Lawless also supported Roosevelt University's Chemical Laboratory and Lecture Auditorium, in Chicago, and Lawless Memorial Chapel at Dillard University, in New Orleans. In 1959, he was elected president of the Dillard University Board of Trustees. In 1967, ground was first broken for the Theodore K. Lawless Gardens, in his honor and of which he was a principal, a 13-acre 514-unit middle-income housing project at 35th and Rhodes Avenue on Chicago's South Side. He also served as chairman of the board of trustees of Talladega College, chairman of the American Missionary Association and Division of Higher Education of the Congregational and Christian Church, and director of Youth Services of the B'nai B'rith Foundation.

He died in Michael Reese Hospital in Chicago at age 78 on May 1, 1971. Lawless left $150,000 ($ in current dollar terms) of his $1.25 million ($ in current dollar terms) estate to the American Committee of the Weizmann Institute, a New York research institution.

==Honors==
Lawless won the Harmon Award in Science for outstanding work in medicine in 1929.

In 1954, Lawless won and became the 39th recipient of the NAACP Spingarn Medal, presented annually to a Black American of distinguished achievement, for his contributions as a "physician, educator and philanthropist". In 1963 he received Roosevelt University's second annual Daniel H. Burnham Award. Phi Beta Kappa honored him with its Distinguished Service Award in 1966 for "acts of charity and medical service". In 1967 he received University of Kansas Distinguished Service Citation, and the City of Hope Golden Torch Award. In 1970 he received the Beatrice Caffrey Youth Service Merit Award.

He also received the Citation of the Weizmann Institute of Science in Rehovot, Israel, and the Greater Chicago Churchman Layman-of-the-Year Citation.
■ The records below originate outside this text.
import { expect, test } from 'vitest';
import { eventMarks, type Frame } from '../../src/charts/event-marks.js';

const frame: Frame = { least: 0, most: 20, perStep: 10, height: 100, heightOf: () => 30, widthOf: () => 60 };

test('a name stands in the middle of its event, on the side that the line leaves freer', () => {
  expect(eventMarks([{ what: 'Closed', from: 8, to: 10 }], frame)).toEqual([
    { what: 'Closed', from: 8, to: 10, start: 7.5, end: 10.5, t: 9, y: 91 },
  ]);
  const low: Frame = { ...frame, heightOf: () => 80 };
  expect(eventMarks([{ what: 'Closed', from: 8, to: 10 }], low)[0]?.y).toBe(9);
});

test('names keep inside the plot and clear of one another', () => {
  const marks = eventMarks(
    [
      { what: 'First', from: 0, to: 0 },
      { what: 'Second', from: 2, to: 3 },
      { what: 'Third', from: 19, to: 30 },
    ],
    frame,
  );
  expect(marks.map(({ t }) => t)).toEqual([3, 3, 17]);
  expect(marks.map(({ y }) => y)).toEqual([91, 78, 91]);
  expect(marks[2]).toMatchObject({ start: 18.5, end: 20.5 });
});

test('one that lasts is marked where it begins, its name beside it', () => {
  const [mark] = eventMarks([{ what: 'New pier', from: 8, to: null }], frame);
  // Half of 60 pixels are 3 steps, the gap of 4 pixels is 0.4.
  expect(mark).toMatchObject({ start: 7.5, end: 7.5, t: 10.9 });
  expect(eventMarks([{ what: 'New pier', from: -2, to: null }], frame)).toEqual([]);
});

test('an event before the first period shown is not marked', () => {
  expect(eventMarks([{ what: 'Long ago', from: -9, to: -5 }], frame)).toEqual([]);
});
Lawless received honorary degrees from Talldega (D.Sc.), Howard University (D.Sc.), Bethune-Cookman College (LL.D.), the University of Illinois (LL.D.), and Virginia State University (LL.D.).

He was also honored by having a county park in Cass County near Vandalia, Michigan named after him (Dr. T.K. Lawless Park). The park features a range of outdoor activities, including a 10-mile mountain bike trail, shelters, softball fields, and soccer fields.

A portrait of Lawless painted by Betsy Graves Reyneau is in the collection of the Smithsonian Institution at the National Portrait Gallery. It was originally collected by the Harmon Foundation as part of a project to document noteworthy African Americans.